§ **About this exercise**: Filter the entries down to the lines holding "quadratic", then copy those lines.

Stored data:
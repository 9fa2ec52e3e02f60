package stats

import (
	"math"
	"strconv"
	"testing"

	"bivar/internal/reference"
)

// TestScaleInvariance fits Anscombe (1973) set I (shared/reference/
// anscombe.csv; its unscaled line and r are checked against the published
// values in TestAnscombe) with x, y or both multiplied by 1e-300, 1e-200
// and 1e300. Any finite double is data: the scaled sets must not be refused
// as constant and must give the same r, ρ, τ, R², t, p and leverages, and
// the slope, intercept, standard errors, residual SE and intervals scaled
// by the units (an identity of least squares, not a reference value). The
// tolerance is 1e-13 relative: the products x·s round, so the scaled data
// are not exactly the unscaled ones times s.
func TestScaleInvariance(t *testing.T) {
	t.Parallel()
	set := reference.Anscombe(t)["I"]
	x0, y0 := set[0], set[1]
	base, err := Line(x0, y0, 0.95)
	if err != nil {
		t.Fatal(err)
	}
	r0 := Pearson(x0, y0, 0.95)
	rho0, _ := Spearman(x0, y0)
	fit0, lo0, hi0, _, _ := base.Interval(11, 0.95)
	close := func(what string, got, want float64) {
		t.Helper()
		if !coreClose(got, want, 1e-13) {
			t.Errorf("%s = %.17g, want %.17g", what, got, want)
		}
	}
	scale := func(v []float64, s float64) []float64 {
		out := make([]float64, len(v))
		for i, a := range v {
			out[i] = a * s
		}
		return out
	}
	for _, s := range []float64{1e-300, 1e-200, 1e300} {
		for _, c := range []struct {
			name   string
			sx, sy float64
		}{{"x", s, 1}, {"y", 1, s}, {"both", s, s}} {
			x, y := scale(x0, c.sx), scale(y0, c.sy)
			pre := func(what string) string {
				return "scale " + c.name + " by " + strconv.FormatFloat(s, 'g', -1, 64) + ": " + what
			}
			l, err := Line(x, y, 0.95)
			if err != nil {
				t.Errorf("%s", pre(err.Error()))
				continue
			}
			close(pre("slope"), l.Slope.Estimate, base.Slope.Estimate*c.sy/c.sx)
			close(pre("SE(slope)"), l.Slope.SE, base.Slope.SE*c.sy/c.sx)
			close(pre("slope CI low"), l.Slope.CILow, base.Slope.CILow*c.sy/c.sx)
			close(pre("intercept"), l.Intercept.Estimate, base.Intercept.Estimate*c.sy)
			close(pre("SE(intercept)"), l.Intercept.SE, base.Intercept.SE*c.sy)
			close(pre("t(slope)"), l.Slope.T, base.Slope.T)
			close(pre("p(slope)"), l.Slope.P, base.Slope.P)
			close(pre("p(intercept)"), l.Intercept.P, base.Intercept.P)
			close(pre("R²"), l.R2, base.R2)
			close(pre("F"), l.F, base.F)
			close(pre("residual SE"), l.ResidualSE, base.ResidualSE*c.sy)
			close(pre("AIC − 2N·ln(sy)"), l.AIC-2*float64(l.N)*math.Log(c.sy), base.AIC)
			for i := range x {
				close(pre("leverage"), l.Leverage[i], base.Leverage[i])
				close(pre("residual"), l.Residuals[i], base.Residuals[i]*c.sy)
			}
			fit, lo, hi, _, _ := l.Interval(11*c.sx, 0.95)
			close(pre("fit at x = 11"), fit, fit0*c.sy)
			close(pre("confidence interval low"), lo, lo0*c.sy)
			close(pre("confidence interval high"), hi, hi0*c.sy)
			f, _, _, pl, _ := l.Predict([]float64{11 * c.sx}, 0.95)
			close(pre("Predict"), f, fit0*c.sy)
			_, _, _, pl0, _ := base.Predict([]float64{11}, 0.95)
			close(pre("prediction interval low"), pl, pl0*c.sy)

			r := Pearson(x, y, 0.95)
			close(pre("r"), r.R, r0.R)
			close(pre("p(r)"), r.P, r0.P)
			close(pre("Fisher CI low"), r.CILow, r0.CILow)
			rho, _ := Spearman(x, y)
			close(pre("ρ"), rho, rho0)

			q, err := Polynomial(x, y, 2, 0.95)
			if err != nil {
				t.Errorf("%s", pre("quadratic: "+err.Error()))
			} else {
				q0, _ := Polynomial(x0, y0, 2, 0.95)
				for j := range q.Coef {
					close(pre("quadratic t"), q.Coef[j].T, q0.Coef[j].T)
					close(pre("quadratic p"), q.Coef[j].P, q0.Coef[j].P)
				}
				close(pre("quadratic slope"), q.Coef[1].Estimate, q0.Coef[1].Estimate*c.sy/c.sx)
			}
		}
	}
	// Constant means every value the same, at any scale.
	for _, v := range []float64{1e-300, 5e-324, 1e300} {
		if _, err := Line(x0, []float64{v, v, v, v, v, v, v, v, v, v, v}, 0.95); err != nil {
			t.Errorf("constant y = %g refused: %v", v, err)
		}
		if _, err := Line([]float64{v, v, v}, []float64{1, 2, 3}, 0.95); err == nil {
			t.Errorf("constant x = %g accepted", v)
		}
	}
}
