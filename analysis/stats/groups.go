package stats

// This file holds the comparison of the straight lines fitted within
// groups: are the slopes equal, does one line serve all groups, and the
// pooled within-group correlation.

import "math"

// GroupLines is the outcome of CompareGroupLines.
type GroupLines struct {
	Groups int // groups compared (each with at least 3 rows and x not constant)
	N      int // rows in those groups

	// SlopesF is the F test that the groups' slopes are equal, the
	// group × x interaction: lines with a common slope (one intercept per
	// group) against a line per group, on (Groups − 1, N − 2·Groups) df.
	SlopesF, SlopesP float64
	SlopesDF1, DF2   int
	// LinesF is the F test that one line serves all groups: the single
	// line against a line per group, on (2·Groups − 2, N − 2·Groups) df.
	LinesF, LinesP float64
	LinesDF1       int
	// RWithin is the pooled within-group correlation Σ Sxy_g /
	// √(Σ Sxx_g · Σ Syy_g), the correlation of x and y after each is
	// centred on its group mean; RWithinP its two-sided p on N − Groups − 1
	// df (the t of x's coefficient in the model with one intercept per
	// group and a common slope).
	RWithin, RWithinP float64
	RWithinDF         int
}

// CompareGroupLines compares the least-squares lines of y on x within the
// groups named by group (any integer label per row). Groups with fewer
// than 3 rows or a constant x are left out. With RSS_sep = Σ_g (Syy_g −
// Sxy_g²/Sxx_g) (a line per group), RSS_par = Σ Syy_g − (Σ Sxy_g)²/Σ Sxx_g
// (a common slope) and RSS_one the single line's, both tests divide by
// RSS_sep/(N − 2G) (the analysis of covariance; e.g. Weisberg, Applied
// Linear Regression, 4th ed. 2014, §5.1, from memory). They equal the
// "x:C(g)" row of statsmodels' anova_lm(ols("y ~ x * C(g)")) and
// anova_lm(ols("y ~ x"), ols("y ~ x * C(g)")). Sums are taken about each
// group's means by the corrected two-pass algorithm (Chan, Golub &
// LeVeque 1983), and the tests are formed from each group's count, means
// and sums by GroupLinesFromMoments, without subtracting one residual sum
// from another. It keeps no column: O(groups) memory. Everything is NaN
// (Groups < 2) when fewer than two groups qualify or no residual df is
// left; x, y and group must have equal length (it panics otherwise).
func CompareGroupLines[L int | int32](x, y []float64, group []L) GroupLines {
	if len(x) != len(y) || len(x) != len(group) {
		panic("stats: CompareGroupLines: x, y and group lengths differ")
	}
	// Each label's slot: labels in a range no longer than the rows index
	// a slice, others go through a map.
	slot := groupSlots(group)
	type sums struct {
		n             int
		sx, sy        float64 // pass 1
		mx, my        float64 // pass 1's means (the corrected mean is mx + cx/n)
		cx, cy        float64 // pass 2: Σ of the deviations from pass 1's means
		gxx, gyy, gxy float64 // pass 2, about the group's means
	}
	var gs []sums
	for i, g := range group {
		k := slot(g)
		if k == len(gs) {
			gs = append(gs, sums{})
		}
		gs[k].n++
		gs[k].sx += x[i]
		gs[k].sy += y[i]
	}
	for k := range gs {
		gs[k].mx, gs[k].my = gs[k].sx/float64(gs[k].n), gs[k].sy/float64(gs[k].n)
	}
	for i, g := range group {
		s := &gs[slot(g)]
		dx, dy := x[i]-s.mx, y[i]-s.my
		s.cx += dx
		s.cy += dy
		s.gxx += dx * dx
		s.gyy += dy * dy
		s.gxy += dx * dy
	}
	// The corrected two-pass algorithm (Chan, Golub & LeVeque 1983): the
	// deviations' sums correct the centred sums and the means, which plain
	// sums of values far from 0 leave off by many units in the last place
	// of the mean (150 values near 10⁹: about 10⁻⁵).
	for k := range gs {
		s := &gs[k]
		nf := float64(s.n)
		s.gxx -= s.cx * s.cx / nf
		s.gyy -= s.cy * s.cy / nf
		s.gxy -= s.cx * s.cy / nf
	}
	if len(gs) == 0 {
		return GroupLinesFromMoments(nil)
	}
	// Each group's means as offsets from the first group's (rx, ry), in
	// two parts (the mean and its correction): small where the means are
	// far from 0.
	ms := make([]Moments, len(gs))
	rx, ry := gs[0].mx, gs[0].my
	for k, s := range gs {
		nf := float64(s.n)
		ms[k] = Moments{N: s.n, MeanX: (s.mx - rx) + s.cx/nf, MeanY: (s.my - ry) + s.cy/nf, Sxx: s.gxx, Syy: s.gyy, Sxy: s.gxy}
	}
	return GroupLinesFromMoments(ms)
}

// GroupLinesFromMoments is CompareGroupLines from each group's count,
// means and centred sums (the means may be offsets from any one point,
// the same for every group), in the groups' order. Groups with fewer than
// 3 rows or Sxx not above 0 are left out.
//
// Both differences of residual sums are formed without subtracting one
// residual sum from another, which loses the digits the two share: where
// the lines hardly differ (F far below 1) with many groups, RSS_par −
// RSS_sep as a difference was off by 4·10⁻⁸ relative on 10⁶ rows in 1000
// groups, where this form agreed with a long-double computation of the
// same rows to 5·10⁻¹³. The slopes' difference is
// RSS_par − RSS_sep = Σ_g Sxx_g·(b_g − b_w)², b_w = ΣSxy_g/ΣSxx_g (the
// interaction sum of squares of the analysis of covariance). The single
// line's is RSS_one − RSS_par, the squared distance between the two
// models' fitted values (the one-line model lies within the common-slope
// one): ŷ_par − ŷ_one = r_g + δ·(x − x̄_g) with r_g = (ȳ_g − ȳ) −
// b_one·(x̄_g − x̄), the group mean's residual from the single line, and
// δ = b_w − b_one, means over the groups compared; the cross term
// vanishes within each group (Σ(x − x̄_g) = 0), so
// RSS_one − RSS_par = Σ_g (n_g·r_g² + δ²·Sxx_g), a sum of squares that
// cancels nothing (our algebra; written as Σ n_g·c_g² + 2δ·Σ n_g·c_g·(x̄_g
// − x̄) + δ²·Sxx, c_g = r_g − δ·(x̄_g − x̄), its terms cancelled where the
// groups' means lie far apart on one line: TestCompareGroupLinesSpreadMeans).
// TestCompareGroupLinesFarFromZero, TestCompareGroupLinesManyGroups and
// TestCompareGroupLinesSpreadMeans check both against exact rational
// arithmetic.
func GroupLinesFromMoments(gs []Moments) GroupLines {
	nan := math.NaN()
	out := GroupLines{SlopesF: nan, SlopesP: nan, LinesF: nan, LinesP: nan, RWithin: nan, RWithinP: nan}
	var sxx, syy, sxy, rssSep float64
	var pooled Moments // the groups compared together (Chan et al.'s pairwise combination)
	var used []Moments // those groups
	for _, g := range gs {
		if g.N < 3 || !(g.Sxx > 0) {
			continue
		}
		used = append(used, g)
		out.Groups++
		out.N += g.N
		sxx, syy, sxy = sxx+g.Sxx, syy+g.Syy, sxy+g.Sxy
		rssSep += math.Max(0, g.Syy-g.Sxy*g.Sxy/g.Sxx)
		pooled = Combine(pooled, g)
	}
	G, n := out.Groups, out.N
	out.DF2 = n - 2*G
	out.SlopesDF1, out.LinesDF1 = G-1, 2*G-2
	out.RWithinDF = n - G - 1
	if G < 2 || out.DF2 < 1 {
		return out
	}
	bw := sxy / sxx
	b1 := pooled.Sxy / pooled.Sxx
	delta := bw - b1
	var slopes, onePar float64
	for _, g := range used {
		d := g.Sxy/g.Sxx - bw
		slopes += g.Sxx * d * d
		nf := float64(g.N)
		dx := g.MeanX - pooled.MeanX
		rg := (g.MeanY - pooled.MeanY) - b1*dx // the group mean's residual from the single line
		onePar += nf*rg*rg + delta*delta*g.Sxx
	}
	ms := rssSep / float64(out.DF2)
	if ms > 0 {
		out.SlopesF = slopes / float64(out.SlopesDF1) / ms
		out.SlopesP = UpperF(out.SlopesF, float64(out.SlopesDF1), float64(out.DF2))
		out.LinesF = math.Max(0, slopes+onePar) / float64(out.LinesDF1) / ms
		out.LinesP = UpperF(out.LinesF, float64(out.LinesDF1), float64(out.DF2))
	}
	if syy > 0 {
		r := sxy / math.Sqrt(sxx*syy)
		out.RWithin = r
		if out.RWithinDF > 0 && math.Abs(r) < 1 {
			out.RWithinP = TwoSidedT(r*math.Sqrt(float64(out.RWithinDF))/math.Sqrt(1-r*r), float64(out.RWithinDF))
		}
	}
	return out
}

// Combine pools the moments of two disjoint sets of pairs (Chan, Golub &
// LeVeque 1983, eq. 2.1); either may be empty (N = 0).
func Combine(a, b Moments) Moments {
	if a.N == 0 {
		return b
	}
	if b.N == 0 {
		return a
	}
	n := float64(a.N + b.N)
	f := float64(a.N) * float64(b.N) / n
	dx, dy := b.MeanX-a.MeanX, b.MeanY-a.MeanY
	return Moments{N: a.N + b.N, MeanX: a.MeanX + dx*float64(b.N)/n, MeanY: a.MeanY + dy*float64(b.N)/n,
		Sxx: a.Sxx + b.Sxx + f*dx*dx, Syy: a.Syy + b.Syy + f*dy*dy, Sxy: a.Sxy + b.Sxy + f*dx*dy}
}

// groupSlots returns a function giving each label of group its slot: 0 for
// the first label met, 1 for the next new one, and so on. It must be called
// on the rows in order the first time (a new label gets the next slot);
// after that any label seen before may be asked. Labels within a range no
// longer than the rows (the codes 0…L−1 callers pass) go through a slice,
// others through a map.
func groupSlots[G int | int32](group []G) func(G) int {
	if len(group) == 0 {
		return func(G) int { return 0 }
	}
	lo, hi := group[0], group[0]
	for _, g := range group {
		lo, hi = min(lo, g), max(hi, g)
	}
	next := 0
	if uint(int(hi)-int(lo)) < uint(len(group)) {
		at := make([]int32, int(hi)-int(lo)+1)
		for i := range at {
			at[i] = -1
		}
		return func(g G) int {
			k := &at[g-lo]
			if *k < 0 {
				*k = int32(next)
				next++
			}
			return int(*k)
		}
	}
	at := map[G]int{}
	return func(g G) int {
		k, ok := at[g]
		if !ok {
			k = next
			at[g] = k
			next++
		}
		return k
	}
}
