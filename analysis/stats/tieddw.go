package stats

// This file holds the Durbin–Watson statistic of residuals ordered by a
// key that may tie, made free of the order of tied rows, and the
// Clopper–Pearson interval that bounds a Monte Carlo p-value.

import (
	"math"
	"slices"

	"gonum.org/v1/gonum/stat/distuv"
)

// DurbinWatsonTied returns the Durbin–Watson statistic of resid taken in
// order of key, averaged over every order of the rows whose keys tie:
//
//	d̄ = E_π[ Σ_t (e_{π(t)} − e_{π(t−1)})² ] / Σ_t e_t²
//
// where π runs uniformly over the orders that sort key (the denominator
// does not depend on the order). The expectation has a closed form. Inside
// a block of m tied rows with mean ē_b and sum of squares about it SS_b,
// the m − 1 successive pairs are, under a random order, pairs of distinct
// rows drawn at random, each with E(e_i − e_j)² = 2·SS_b/(m − 1): the block
// adds 2·SS_b. Between consecutive blocks A and B the last row of A and the
// first of B are independent random draws, so the step adds
// (ē_A − ē_B)² + SS_A/m_A + SS_B/m_B. Without ties this is the ordinary
// statistic (DurbinWatson); with ties it no longer depends on how a file
// happened to list tied rows, and it is a function of the set of (key,
// resid) pairs. (The derivation is ours; it is plain algebra of the mean of
// a squared difference.)
//
// Averaging lowers the statistic's variance under independence, so a test
// that compares d̄ with the null distribution of d (mean 2, variance about
// 4/n) is conservative where keys tie.
//
// key and resid must have equal length (it panics otherwise). NaN when
// n < 2, every residual is 0, or a value is NaN.
func DurbinWatsonTied(key, resid []float64) float64 {
	if len(key) != len(resid) {
		panic("stats: DurbinWatsonTied: key and resid lengths differ")
	}
	n := len(key)
	if n < 2 || hasNaN(key) || hasNaN(resid) {
		return math.NaN()
	}
	// The rows in order of key: as they are when key never decreases (a
	// run order listed in order, the usual case: no index, no sort), else
	// by the radix argsort (O(n); ties in position order, which the block
	// sums below do not depend on but for rounding).
	var idx []int
	if !slices.IsSorted(key) {
		idx = stableArgsort(key)
	}
	at := func(k int) int { // called directly, so inlined: no call per row
		if idx == nil {
			return k
		}
		return idx[k]
	}
	var num, den float64
	for _, e := range resid {
		den += e * e
	}
	if !(den > 0) {
		return math.NaN()
	}
	prevMean, prevVar := 0.0, 0.0 // of the block before; prevVar = SS/m
	first := true
	for i := 0; i < n; {
		j := i + 1
		for j < n && key[at(j)] == key[at(i)] {
			j++
		}
		m := float64(j - i)
		// Mean and SS of the block by Welford's updates.
		var mean, ss float64
		for k := i; k < j; k++ {
			e := resid[at(k)]
			d := e - mean
			mean += d / float64(k-i+1)
			ss += d * (e - mean)
		}
		num += 2 * ss
		v := ss / m
		if !first {
			d := prevMean - mean
			num += d*d + prevVar + v
		}
		prevMean, prevVar, first = mean, v, false
		i = j
	}
	return num / den
}

// ClopperPearson returns the exact (Clopper & Pearson 1934, Biometrika
// 26:404–413) two-sided interval at confidence conf for a binomial
// probability after k successes in n trials: the conf/2 quantiles of
// Beta(k, n − k + 1) and Beta(k + 1, n − k), with lo = 0 at k = 0 and
// hi = 1 at k = n. NaN for n < 1, k outside 0..n or conf outside (0, 1).
func ClopperPearson(k, n int, conf float64) (lo, hi float64) {
	if n < 1 || k < 0 || k > n || !(conf > 0 && conf < 1) {
		return math.NaN(), math.NaN()
	}
	a := (1 - conf) / 2
	lo, hi = 0, 1
	if k > 0 {
		lo = distuv.Beta{Alpha: float64(k), Beta: float64(n - k + 1)}.Quantile(a)
	}
	if k < n {
		hi = distuv.Beta{Alpha: float64(k + 1), Beta: float64(n - k)}.Quantile(1 - a)
	}
	return lo, hi
}
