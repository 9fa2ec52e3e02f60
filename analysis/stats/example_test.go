package stats_test

// The numbers in these examples are small hand-made values chosen so that
// the results can be checked with pencil and paper; they are not data.

import (
	"fmt"

	"bivar/analysis/stats"
)

func ExampleDescribe() {
	s := stats.Describe([]float64{7, 1, 10, 3, 2, 9, 4, 8, 6, 5})
	fmt.Printf("n=%d mean=%.2f sd=%.4f\n", s.N, s.Mean, s.SD)
	fmt.Printf("min=%g q1=%g median=%g q3=%g max=%g\n", s.Min, s.Q1, s.Median, s.Q3, s.Max)
	// Output:
	// n=10 mean=5.50 sd=3.0277
	// min=1 q1=3.25 median=5.5 q3=7.75 max=10
}

func ExamplePearson() {
	x := []float64{1, 2, 3, 4, 5}
	y := []float64{2, 4, 5, 4, 5}
	c := stats.Pearson(x, y, 0.95)
	fmt.Printf("r = %.4f (r² = %.2f), t = %.3f on %d df, p = %.3f\n", c.R, c.R2, c.T, c.DF, c.P)
	fmt.Printf("95%% CI [%.3f, %.3f]\n", c.CILow, c.CIHigh)
	// Output:
	// r = 0.7746 (r² = 0.60), t = 2.121 on 3 df, p = 0.124
	// 95% CI [-0.340, 0.984]
}

func ExampleKendallTauB() {
	// Of the 10 pairs, 7 are concordant, 1 discordant and 2 tied in y, so
	// τ-b = (7 − 1)/√(10·8); with two tie groups of 2 in y,
	// Var S = (5·4·15 − 2·(2·1·9))/18 = 264/18 and z = 6/√(264/18) = 1.567.
	tau, p := stats.KendallTauB([]float64{1, 2, 3, 4, 5}, []float64{2, 4, 5, 4, 5})
	rho, _ := stats.Spearman([]float64{1, 2, 3, 4, 5}, []float64{2, 4, 5, 4, 5})
	fmt.Printf("tau-b = %.4f (p = %.3f), rho = %.4f\n", tau, p, rho)
	// Output:
	// tau-b = 0.6708 (p = 0.117), rho = 0.7379
}

func ExampleLine() {
	l, err := stats.Line([]float64{1, 2, 3, 4, 5}, []float64{2, 4, 5, 4, 5}, 0.95)
	if err != nil {
		fmt.Println(err)
		return
	}
	fmt.Printf("y = %.1f + %.1f·x, s = %.4f, R² = %.2f\n", l.Intercept.Estimate, l.Slope.Estimate, l.ResidualSE, l.R2)
	fit, lo, hi, plo, phi := l.Interval(3, 0.95)
	fmt.Printf("at x = 3: %.1f, mean in [%.3f, %.3f], new value in [%.3f, %.3f]\n", fit, lo, hi, plo, phi)
	// Output:
	// y = 2.2 + 0.6·x, s = 0.8944, R² = 0.60
	// at x = 3: 4.0, mean in [2.727, 5.273], new value in [0.882, 7.118]
}

func ExampleInfluence() {
	// Four rows share x = 2; the row at x = 9 alone sets the slope. Without
	// row 0 (y = 1) the other three at x = 2 average 3, so the slope is
	// (10 − 3)/(9 − 2) = 1.
	in := stats.Influence([]float64{2, 2, 2, 2, 9}, []float64{1, 3, 2, 4, 10})
	for i, sole := range in.SoleSupport {
		fmt.Printf("row %d: h = %.3f sole support %v, leave-one-out slope %.3f\n", i, in.Leverage[i], sole, in.LooSlope[i])
	}
	// Output:
	// row 0: h = 0.250 sole support false, leave-one-out slope 1.000
	// row 1: h = 0.250 sole support false, leave-one-out slope 1.095
	// row 2: h = 0.250 sole support false, leave-one-out slope 1.048
	// row 3: h = 0.250 sole support false, leave-one-out slope 1.143
	// row 4: h = 1.000 sole support true, leave-one-out slope NaN
}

§ **Task solution**:
				t.Errorf("%s", pre("quadratic: "+err.Error()))
					close(pre("quadratic t"), q.Coef[j].T, q0.Coef[j].T)
					close(pre("quadratic p"), q.Coef[j].P, q0.Coef[j].P)
				close(pre("quadratic slope"), q.Coef[1].Estimate, q0.Coef[1].Estimate*c.sy/c.sx)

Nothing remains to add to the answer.